Business Cycles and Apprenticeships  

Samuel Muehlemann and Stefan Wolter

The economic reasons why firms engage in apprenticeship training are twofold. First, apprenticeship training is a potentially cost-effective strategy for filling a firm’s future vacancies, particularly if skilled labor on the external labor market is scarce. Second, apprentices can be cost-effective substitutes for other types of labor in the current production process. As current and expected business and labor market conditions determine a firm’s expected work volume and thus its future demand for skilled labor, they are potentially important drivers of a firm’s training decisions. Empirical studies have found that the business cycle affects apprenticeship markets.
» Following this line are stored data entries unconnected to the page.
"""From rows to results."""

from __future__ import annotations

from collections.abc import Collection, Iterable, Iterator, Mapping, Sequence
from dataclasses import replace

from rigbench.scores.advice import advise
from rigbench.scores.cell import CountedDraws, build_cell, counted
from rigbench.scores.gather import CellKey, Frame, gather
from rigbench.scores.levels import ladder, tolerated_level
from rigbench.scores.names import main_score
from rigbench.scores.pairs import best_law, break_even_levels
from rigbench.scores.results import Cell, Column, LawStanding, Results, Tolerance
from rigbench.scores.row import Row

__all__ = ["summarise"]


def summarise(
    rows: Iterable[Row],
    *,
    title: str,
    arm: str,
    motions: Sequence[str],
    tolerance: Tolerance | None,
    draws: int,
    sheets: Sequence[str],
    laws: Sequence[str],
    columns: Sequence[Column],
    planned: int,
    done: int,
    failed: int,
    absent: Collection[CellKey] = (),
) -> Results:
    """Return what the rows of a campaign, finished or not, show.

    ``sheets`` is ('',) where nothing is swept. ``draws`` is how many each random cell should have. Rows
    whose sheet, law, motion or condition isn't named are passed over. ``planned``, ``done`` and
    ``failed`` count runs and are handed on. ``absent`` are the cells for which nothing is planned, since
    what they would combine can't be combined.
    """
    frame = Frame(tuple(sheets), tuple(laws), tuple(columns), tuple(motions))
    limited = () if tolerance is None else tolerance.limited
    main = main_score(limited)
    gathered = gather(rows, frame, expected=(main, *limited))
    nowhere = frozenset(absent)
    count = {
        key: counted(runs, gathered.names, frame.motions, tolerance)
        for key, runs in gathered.cells.items()
        if key not in nowhere
    }
    place = gathered.names.index(main)
    best = set(_best(frame, count, place))
    cells = []
    for sheet, law, column in frame.places():
        key = sheet, law, column.name
        possible = key not in nowhere
        cell = build_cell(
            key, column, gathered, motions=motions, tolerance=tolerance, draws=draws, possible=possible
        )
        cells.append(replace(cell, best=key in best))
    results = Results(
        title=title,
        arm=arm,
        motions=frame.motions,
        tolerance=tolerance,
        draws=draws,
        sheets=frame.sheets,
        laws=frame.laws,
        columns=frame.columns,
        cells=tuple(cells),
        standings=tuple(_standings(frame, cells, tolerance)),
        planned=planned,
        done=done,
        failed=failed,
        advice="",
        break_even=tuple(_break_even(frame, count, main, place)),
    )
    return replace(results, advice=advise(results))


def _best(frame: Frame, count: Mapping[CellKey, CountedDraws], main: int) -> Iterator[CellKey]:
    """Yield the cell of each column's best law, where there is one."""
    for sheet in frame.sheets:
        for column in frame.columns:
            keys = ((sheet, law, column.name) for law in frame.laws)
            here = {key[1]: count[key] for key in keys if key in count}
            law = best_law(here, main, column.random)
            if law is not None:
                yield sheet, law, column.name


def _standings(frame: Frame, cells: Iterable[Cell], tolerance: Tolerance | None) -> Iterator[LawStanding]:
    """Yield each law's tolerated level; None without a tolerance, and where nothing is planned."""
    steps = {column.name for column in ladder(frame.columns)}
    on_ladder: dict[tuple[str, str], list[Cell]] = {}
    for cell in cells:
        shows = cell.condition in steps and cell.planned > 0
        on_ladder.setdefault((cell.sheet, cell.law), []).extend([cell] if shows else [])
    for (sheet, law), own in on_ladder.items():
        level = None if tolerance is None or not own else tolerated_level(own, tolerance.required_share)
        yield LawStanding(sheet, law, level)


def _break_even(
    frame: Frame, count: Mapping[CellKey, CountedDraws], main: str, place: int
) -> Iterator[Mapping[str, object]]:
    """Yield the break-even levels, in the form in which they are printed."""
    steps = ladder(frame.columns)
    for sheet in frame.sheets:
        ladders = {
            law: [(step, count[sheet, law, step.name]) for step in steps]
            for law in frame.laws
            if all((sheet, law, step.name) in count for step in steps)
        }
        for found in break_even_levels(ladders, place):
            yield {
                "sheet": sheet,
                "laws": list(found.laws),
                "score": main,
                "level": {"value": found.value, "low": found.low, "high": found.high},
                "better_below": found.below,
            }
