"""A source's spread at a level, in its own unit."""

from __future__ import annotations

from collections.abc import Mapping
from typing import Any

__all__ = ["FACTOR", "LOAD", "SHIFT", "spread_at"]

FACTOR, SHIFT, LOAD = "factor", "shift", "load"
"""How a spread grows with the level L: as (1 + p/100)^L, in proportion, or as a payload does."""


def spread_at(spread: Mapping[str, Any], level: float) -> dict[str, float]:
    """Return the numbers of a spread at a level, by the names of ``spread["values"]``.

    ``spread`` holds ``grows``, ``unit`` and ``values``, the numbers at level 1. A factor's p percent becomes
    100 ((1 + p/100)^level - 1) percent, how far it reaches upwards; a shift level times its number. A load
    (``believed_kg``, ``least_kg``, ``most_kg``, ``cog_mm``) reaches as far, but never leaves its range:
    ``least_kg``, ``most_kg`` and ``cog_mm`` there.
    """
    values = spread["values"]
    if spread["grows"] == FACTOR:
        return {name: 100.0 * ((1.0 + value / 100.0) ** level - 1.0) for name, value in values.items()}
    if spread["grows"] == SHIFT:
        return {name: level * value for name, value in values.items()}
    believed, part = values["believed_kg"], min(level, 1.0)
    return {
        "least_kg": believed - part * (believed - values["least_kg"]),
        "most_kg": believed + part * (values["most_kg"] - believed),
        "cog_mm": level * values["cog_mm"],
    }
However, while the economic magnitude of these effects is moderate on average, there is substantial heterogeneity across countries, even among those that at first sight seem very similar in terms of their apprenticeship systems. Moreover, identification of business cycle effects is a difficult task. First, statistics on apprenticeship markets are often less developed than labor market statistics, making empirical analyses of demand and supply impossible in many cases. In particular, data about unfilled apprenticeship vacancies and unsuccessful applicants are paramount for assessing potential market failures and analyzing the extent to which business cycle fluctuations may amplify imbalances in apprenticeship markets. Second, the intensity of business cycle effects on apprenticeship markets is not completely exogenous, as governments typically undertake a variety of measures, which differ across countries and may change over time, to reduce the adverse effects of economic downturns on apprenticeship markets. During the economic crisis related to the COVID-19 global pandemic, many countries took unprecedented actions to support their economies in general and reacted swiftly to introduce measures such as the provision of financial subsidies for training firms or the establishment of apprenticeship task forces. As statistics on apprenticeship markets improve over time, such heterogeneity in policy measures should be exploited to improve our understanding of the business cycle and its relationship with apprenticeships.